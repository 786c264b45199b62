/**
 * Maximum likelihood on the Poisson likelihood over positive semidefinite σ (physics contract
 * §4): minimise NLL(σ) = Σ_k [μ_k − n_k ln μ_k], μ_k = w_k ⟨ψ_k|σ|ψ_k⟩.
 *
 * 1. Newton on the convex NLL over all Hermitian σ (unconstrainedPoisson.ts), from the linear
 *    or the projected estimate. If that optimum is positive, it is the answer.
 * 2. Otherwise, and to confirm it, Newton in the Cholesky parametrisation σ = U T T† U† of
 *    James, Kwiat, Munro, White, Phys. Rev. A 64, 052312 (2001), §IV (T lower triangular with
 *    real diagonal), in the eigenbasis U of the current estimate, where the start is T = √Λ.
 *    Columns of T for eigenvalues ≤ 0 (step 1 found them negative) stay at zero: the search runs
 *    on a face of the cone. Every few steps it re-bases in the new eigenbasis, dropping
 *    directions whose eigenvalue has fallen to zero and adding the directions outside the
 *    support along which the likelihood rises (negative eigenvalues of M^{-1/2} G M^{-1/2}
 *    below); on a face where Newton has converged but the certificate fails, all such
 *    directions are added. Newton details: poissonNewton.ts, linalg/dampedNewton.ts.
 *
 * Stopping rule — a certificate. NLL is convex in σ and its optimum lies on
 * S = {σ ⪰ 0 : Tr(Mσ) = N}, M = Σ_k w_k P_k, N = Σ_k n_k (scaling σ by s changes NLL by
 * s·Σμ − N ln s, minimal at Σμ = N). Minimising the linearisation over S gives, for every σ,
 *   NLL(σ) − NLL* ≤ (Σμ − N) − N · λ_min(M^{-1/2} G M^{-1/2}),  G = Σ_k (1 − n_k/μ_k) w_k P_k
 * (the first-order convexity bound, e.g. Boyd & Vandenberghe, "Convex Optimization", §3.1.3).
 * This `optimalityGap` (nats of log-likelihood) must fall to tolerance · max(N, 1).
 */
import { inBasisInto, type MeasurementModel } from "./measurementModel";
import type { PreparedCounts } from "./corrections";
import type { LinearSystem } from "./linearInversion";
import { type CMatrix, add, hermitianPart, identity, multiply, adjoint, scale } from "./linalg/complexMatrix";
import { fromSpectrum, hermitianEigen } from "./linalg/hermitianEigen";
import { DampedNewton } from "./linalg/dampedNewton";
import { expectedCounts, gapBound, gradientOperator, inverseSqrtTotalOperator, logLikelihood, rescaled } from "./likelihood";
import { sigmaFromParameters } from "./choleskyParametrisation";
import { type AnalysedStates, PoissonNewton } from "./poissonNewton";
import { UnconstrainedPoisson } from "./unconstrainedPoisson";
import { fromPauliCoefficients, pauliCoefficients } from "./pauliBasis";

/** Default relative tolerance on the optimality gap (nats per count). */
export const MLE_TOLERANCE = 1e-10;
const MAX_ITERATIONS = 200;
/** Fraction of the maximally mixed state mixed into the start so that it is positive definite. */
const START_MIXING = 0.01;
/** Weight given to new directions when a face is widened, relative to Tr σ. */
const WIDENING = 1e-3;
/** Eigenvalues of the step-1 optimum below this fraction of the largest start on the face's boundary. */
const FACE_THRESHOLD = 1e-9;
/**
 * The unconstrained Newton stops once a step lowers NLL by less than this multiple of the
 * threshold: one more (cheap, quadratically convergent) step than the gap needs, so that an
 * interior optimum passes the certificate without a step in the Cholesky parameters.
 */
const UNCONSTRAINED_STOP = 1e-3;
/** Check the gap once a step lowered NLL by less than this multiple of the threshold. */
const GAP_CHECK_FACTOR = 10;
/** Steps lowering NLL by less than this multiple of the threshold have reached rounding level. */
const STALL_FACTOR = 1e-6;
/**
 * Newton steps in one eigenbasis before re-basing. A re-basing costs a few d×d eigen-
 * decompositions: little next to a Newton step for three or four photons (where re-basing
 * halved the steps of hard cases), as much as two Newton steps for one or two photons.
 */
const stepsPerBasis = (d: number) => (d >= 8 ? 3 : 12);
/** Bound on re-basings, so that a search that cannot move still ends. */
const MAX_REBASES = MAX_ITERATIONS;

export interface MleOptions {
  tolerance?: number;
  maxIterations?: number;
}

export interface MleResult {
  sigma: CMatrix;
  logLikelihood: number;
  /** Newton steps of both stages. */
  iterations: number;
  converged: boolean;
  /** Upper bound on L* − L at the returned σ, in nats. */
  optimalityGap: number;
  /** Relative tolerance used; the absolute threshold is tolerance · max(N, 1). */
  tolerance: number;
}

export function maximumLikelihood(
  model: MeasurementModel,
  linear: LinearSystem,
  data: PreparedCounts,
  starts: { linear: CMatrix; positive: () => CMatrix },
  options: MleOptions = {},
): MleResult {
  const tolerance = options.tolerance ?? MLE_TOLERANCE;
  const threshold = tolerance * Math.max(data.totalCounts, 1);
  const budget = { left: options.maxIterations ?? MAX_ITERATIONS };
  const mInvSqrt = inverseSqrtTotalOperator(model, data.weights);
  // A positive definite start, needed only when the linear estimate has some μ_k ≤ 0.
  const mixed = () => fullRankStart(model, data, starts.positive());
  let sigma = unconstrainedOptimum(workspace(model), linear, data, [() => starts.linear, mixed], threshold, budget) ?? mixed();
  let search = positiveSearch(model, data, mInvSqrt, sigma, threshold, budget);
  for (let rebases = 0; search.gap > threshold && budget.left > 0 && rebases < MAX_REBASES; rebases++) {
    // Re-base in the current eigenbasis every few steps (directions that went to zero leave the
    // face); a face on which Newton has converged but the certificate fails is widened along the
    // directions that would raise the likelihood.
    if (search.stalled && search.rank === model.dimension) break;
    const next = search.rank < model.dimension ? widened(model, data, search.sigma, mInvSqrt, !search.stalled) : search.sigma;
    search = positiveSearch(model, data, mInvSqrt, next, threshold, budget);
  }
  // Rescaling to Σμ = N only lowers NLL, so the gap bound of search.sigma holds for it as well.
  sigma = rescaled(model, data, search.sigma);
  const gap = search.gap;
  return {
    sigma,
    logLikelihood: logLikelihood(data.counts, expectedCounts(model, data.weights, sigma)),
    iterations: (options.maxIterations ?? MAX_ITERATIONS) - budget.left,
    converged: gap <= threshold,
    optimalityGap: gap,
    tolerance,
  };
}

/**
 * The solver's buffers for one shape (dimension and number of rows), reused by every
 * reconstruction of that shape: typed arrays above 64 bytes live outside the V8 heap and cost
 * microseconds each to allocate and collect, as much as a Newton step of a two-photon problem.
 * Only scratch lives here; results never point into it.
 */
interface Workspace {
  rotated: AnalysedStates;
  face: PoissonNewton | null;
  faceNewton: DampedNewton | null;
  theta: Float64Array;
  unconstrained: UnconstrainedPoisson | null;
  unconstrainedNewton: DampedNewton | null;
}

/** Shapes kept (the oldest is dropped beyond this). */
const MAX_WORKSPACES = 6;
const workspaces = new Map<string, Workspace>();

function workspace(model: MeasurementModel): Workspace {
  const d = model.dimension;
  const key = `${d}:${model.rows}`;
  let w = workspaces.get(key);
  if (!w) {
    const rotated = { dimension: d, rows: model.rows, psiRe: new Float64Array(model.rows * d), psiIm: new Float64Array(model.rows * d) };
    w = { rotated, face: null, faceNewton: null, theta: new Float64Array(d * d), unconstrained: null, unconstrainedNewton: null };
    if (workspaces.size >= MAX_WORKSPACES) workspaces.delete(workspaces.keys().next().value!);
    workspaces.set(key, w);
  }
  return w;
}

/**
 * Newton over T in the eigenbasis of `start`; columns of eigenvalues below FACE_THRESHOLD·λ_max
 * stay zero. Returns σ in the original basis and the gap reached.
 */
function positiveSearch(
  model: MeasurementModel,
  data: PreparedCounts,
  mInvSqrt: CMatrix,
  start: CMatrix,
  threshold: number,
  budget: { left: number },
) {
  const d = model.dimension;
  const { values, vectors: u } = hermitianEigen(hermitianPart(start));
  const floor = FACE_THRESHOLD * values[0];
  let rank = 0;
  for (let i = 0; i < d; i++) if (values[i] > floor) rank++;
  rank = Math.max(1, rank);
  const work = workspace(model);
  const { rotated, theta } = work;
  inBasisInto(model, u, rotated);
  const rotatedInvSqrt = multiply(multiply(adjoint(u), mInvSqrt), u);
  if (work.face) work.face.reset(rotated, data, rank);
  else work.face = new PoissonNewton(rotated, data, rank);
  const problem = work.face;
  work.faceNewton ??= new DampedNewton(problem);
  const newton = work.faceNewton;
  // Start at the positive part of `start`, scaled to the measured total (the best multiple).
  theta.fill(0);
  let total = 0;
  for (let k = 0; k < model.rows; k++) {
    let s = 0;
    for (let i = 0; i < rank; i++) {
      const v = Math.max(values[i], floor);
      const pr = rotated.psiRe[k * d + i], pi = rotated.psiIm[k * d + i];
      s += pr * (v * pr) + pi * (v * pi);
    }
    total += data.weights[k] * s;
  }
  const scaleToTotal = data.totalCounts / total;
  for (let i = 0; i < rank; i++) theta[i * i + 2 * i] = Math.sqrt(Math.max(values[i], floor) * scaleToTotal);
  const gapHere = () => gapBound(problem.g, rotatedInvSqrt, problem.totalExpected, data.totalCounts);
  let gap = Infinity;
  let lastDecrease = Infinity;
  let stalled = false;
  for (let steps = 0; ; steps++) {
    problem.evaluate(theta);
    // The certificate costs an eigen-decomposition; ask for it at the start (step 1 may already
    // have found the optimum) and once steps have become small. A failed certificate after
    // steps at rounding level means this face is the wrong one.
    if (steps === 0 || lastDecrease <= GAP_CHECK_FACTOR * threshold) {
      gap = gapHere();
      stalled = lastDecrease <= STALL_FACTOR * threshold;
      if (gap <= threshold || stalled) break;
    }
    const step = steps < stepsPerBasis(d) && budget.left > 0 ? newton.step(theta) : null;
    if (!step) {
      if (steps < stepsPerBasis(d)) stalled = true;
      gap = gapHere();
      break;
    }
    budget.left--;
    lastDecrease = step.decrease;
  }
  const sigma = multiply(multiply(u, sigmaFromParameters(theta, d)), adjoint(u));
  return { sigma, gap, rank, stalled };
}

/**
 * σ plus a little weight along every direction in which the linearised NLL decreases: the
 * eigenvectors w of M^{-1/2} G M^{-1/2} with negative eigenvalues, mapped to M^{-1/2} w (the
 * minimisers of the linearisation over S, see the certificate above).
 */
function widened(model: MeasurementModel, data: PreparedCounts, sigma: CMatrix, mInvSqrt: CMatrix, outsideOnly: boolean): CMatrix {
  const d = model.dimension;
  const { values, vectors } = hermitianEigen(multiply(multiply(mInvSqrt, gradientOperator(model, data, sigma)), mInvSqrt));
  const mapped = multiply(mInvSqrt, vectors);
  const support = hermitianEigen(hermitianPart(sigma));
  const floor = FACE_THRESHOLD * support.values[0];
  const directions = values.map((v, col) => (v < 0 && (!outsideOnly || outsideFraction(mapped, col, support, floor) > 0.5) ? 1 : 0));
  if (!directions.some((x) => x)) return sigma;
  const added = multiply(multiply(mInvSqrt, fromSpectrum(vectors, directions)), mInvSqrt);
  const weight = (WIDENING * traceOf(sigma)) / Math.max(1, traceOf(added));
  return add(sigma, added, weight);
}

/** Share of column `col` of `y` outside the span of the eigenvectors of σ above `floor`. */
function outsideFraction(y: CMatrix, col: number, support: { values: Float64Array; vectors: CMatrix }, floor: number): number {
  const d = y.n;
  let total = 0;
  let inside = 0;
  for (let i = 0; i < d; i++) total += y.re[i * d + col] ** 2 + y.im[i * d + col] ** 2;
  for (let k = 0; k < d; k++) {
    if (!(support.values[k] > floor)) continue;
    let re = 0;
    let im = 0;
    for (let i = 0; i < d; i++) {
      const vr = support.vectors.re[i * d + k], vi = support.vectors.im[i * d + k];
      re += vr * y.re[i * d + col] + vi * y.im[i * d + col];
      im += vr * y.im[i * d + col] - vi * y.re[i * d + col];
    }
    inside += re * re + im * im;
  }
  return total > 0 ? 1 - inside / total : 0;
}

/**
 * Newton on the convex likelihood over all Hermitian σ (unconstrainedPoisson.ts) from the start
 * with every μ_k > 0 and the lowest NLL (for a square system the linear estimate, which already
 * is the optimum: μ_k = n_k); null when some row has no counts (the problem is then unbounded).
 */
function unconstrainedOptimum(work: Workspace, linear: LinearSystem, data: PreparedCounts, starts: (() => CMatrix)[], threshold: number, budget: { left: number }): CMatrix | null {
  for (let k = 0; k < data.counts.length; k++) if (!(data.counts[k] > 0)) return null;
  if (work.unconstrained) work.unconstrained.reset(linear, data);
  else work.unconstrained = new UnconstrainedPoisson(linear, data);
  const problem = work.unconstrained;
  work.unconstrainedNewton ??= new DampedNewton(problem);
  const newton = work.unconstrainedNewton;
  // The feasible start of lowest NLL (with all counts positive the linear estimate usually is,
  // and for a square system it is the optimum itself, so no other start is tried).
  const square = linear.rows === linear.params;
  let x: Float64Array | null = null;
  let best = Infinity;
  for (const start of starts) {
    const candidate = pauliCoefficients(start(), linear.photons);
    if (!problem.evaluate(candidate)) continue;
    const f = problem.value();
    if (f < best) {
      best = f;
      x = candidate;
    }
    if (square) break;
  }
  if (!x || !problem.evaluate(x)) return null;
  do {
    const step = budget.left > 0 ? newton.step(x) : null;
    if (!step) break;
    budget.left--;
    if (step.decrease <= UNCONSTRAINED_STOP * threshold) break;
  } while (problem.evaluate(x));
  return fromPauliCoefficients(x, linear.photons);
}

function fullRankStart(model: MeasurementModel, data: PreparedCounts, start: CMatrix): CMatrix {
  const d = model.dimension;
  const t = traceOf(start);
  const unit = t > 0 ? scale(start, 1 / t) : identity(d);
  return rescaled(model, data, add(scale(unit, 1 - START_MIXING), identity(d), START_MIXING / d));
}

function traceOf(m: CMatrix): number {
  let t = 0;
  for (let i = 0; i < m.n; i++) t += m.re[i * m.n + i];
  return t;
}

# Work to be completed:
Please reproduce, exactly as they appear above, the lines from the line containing "changes NLL by" up to and including the line containing "const UNCONSTRAINED_STOP = 1e-3;".

# Exercise solution:
 * S = {σ ⪰ 0 : Tr(Mσ) = N}, M = Σ_k w_k P_k, N = Σ_k n_k (scaling σ by s changes NLL by
 * s·Σμ − N ln s, minimal at Σμ = N). Minimising the linearisation over S gives, for every σ,
 *   NLL(σ) − NLL* ≤ (Σμ − N) − N · λ_min(M^{-1/2} G M^{-1/2}),  G = Σ_k (1 − n_k/μ_k) w_k P_k
 * (the first-order convexity bound, e.g. Boyd & Vandenberghe, "Convex Optimization", §3.1.3).
 * This `optimalityGap` (nats of log-likelihood) must fall to tolerance · max(N, 1).
 */
import { inBasisInto, type MeasurementModel } from "./measurementModel";
import type { PreparedCounts } from "./corrections";
import type { LinearSystem } from "./linearInversion";
import { type CMatrix, add, hermitianPart, identity, multiply, adjoint, scale } from "./linalg/complexMatrix";
import { fromSpectrum, hermitianEigen } from "./linalg/hermitianEigen";
import { DampedNewton } from "./linalg/dampedNewton";
import { expectedCounts, gapBound, gradientOperator, inverseSqrtTotalOperator, logLikelihood, rescaled } from "./likelihood";
import { sigmaFromParameters } from "./choleskyParametrisation";
import { type AnalysedStates, PoissonNewton } from "./poissonNewton";
import { UnconstrainedPoisson } from "./unconstrainedPoisson";
import { fromPauliCoefficients, pauliCoefficients } from "./pauliBasis";

/** Default relative tolerance on the optimality gap (nats per count). */
export const MLE_TOLERANCE = 1e-10;
const MAX_ITERATIONS = 200;
/** Fraction of the maximally mixed state mixed into the start so that it is positive definite. */
const START_MIXING = 0.01;
/** Weight given to new directions when a face is widened, relative to Tr σ. */
const WIDENING = 1e-3;
/** Eigenvalues of the step-1 optimum below this fraction of the largest start on the face's boundary. */
const FACE_THRESHOLD = 1e-9;
/**
 * The unconstrained Newton stops once a step lowers NLL by less than this multiple of the
 * threshold: one more (cheap, quadratically convergent) step than the gap needs, so that an
 * interior optimum passes the certificate without a step in the Cholesky parameters.
 */
const UNCONSTRAINED_STOP = 1e-3;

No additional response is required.